Eshelby's problem of inclusion with arbitrary shape in an isotropic elastic half-plane

Eshelby's inclusion problem in an isotropic elastic half-plane is revisited in this paper. Following Zou et al. (2012, Int. J. Solids Struct. 49(13), 1627-1636), the general solution for Eshelby's inclusion problem in a half-plane is decomposed into the fundamental solution of Eshelby's problem with the same inclusion but in a full-plane, and the solution of an auxiliary boundary value problem of the half-plane. By virtue of the Kolosov–Muskhelishvili potentials of 2D isotropic elasticity, the auxiliary solution of the half-plane problem is derived in terms of the boundary integrals in the inclusion domain.

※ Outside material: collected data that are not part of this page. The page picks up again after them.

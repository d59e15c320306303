import { describe, it, expect } from "vitest";
import { elementTemperatureChart } from "../../lib/charts/element-temperature";

describe("element temperature chart", () => {
  const temperature = { timesH: [0, 12, 24], coreC: [18, 55, 61.5], surfaceC: [18, 30, 28] };

  it("gives core, surface and their difference at every output time", () => {
    const chart = elementTemperatureChart(temperature);
    expect(chart.rows).toEqual([
      { timeH: 0, core: 18, surface: 18, difference: 0 },
      { timeH: 12, core: 55, surface: 30, difference: 25 },
      { timeH: 24, core: 61.5, surface: 28, difference: 33.5 },
    ]);
  });

  it("draws the maximum temperature as a threshold in °C", () => {
    const chart = elementTemperatureChart(temperature, { maxTemperatureC: 70, label: "DEF limit 70 °C" });
    expect(chart.thresholds).toEqual([{ label: "DEF limit 70 °C", value: 70, unit: "°C", axis: "left" }]);
  });

  it("adds face B when the element has two faces", () => {
    const chart = elementTemperatureChart({ ...temperature, surfaceBC: [18, 40, 35] });
    expect(chart.series.map((s) => s.label)).toContain("Surface (face B)");
    expect(chart.rows[1].surfaceB).toBe(40);
  });

  it("labels both axes with their units", () => {
    const chart = elementTemperatureChart(temperature);
    expect(chart.x.unit).toBe("h");
    expect(chart.yLeft.unit).toBe("°C");
  });
});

For some inclusions of particular geometries, i.e., an arbitrary N-sided polygon, an arbitrary oriented ellipse and a circle (as a special case of the ellipse), the integrals involved are carried out explicitly, and eventually the potential functions are given with elementary functions. Some specified displacement, stress and strain energy density fields are illustrated and discussed. The obtained solutions are verified in more than one ways. Compared with the known methods, the one presented in this paper is more compact and more versatile, and will no doubt be helpful in achieving more explicit solutions besides those listed in this paper. Another feature of the present work is that both the Dirichlet and Neumann boundary conditions are accounted for in a unified form.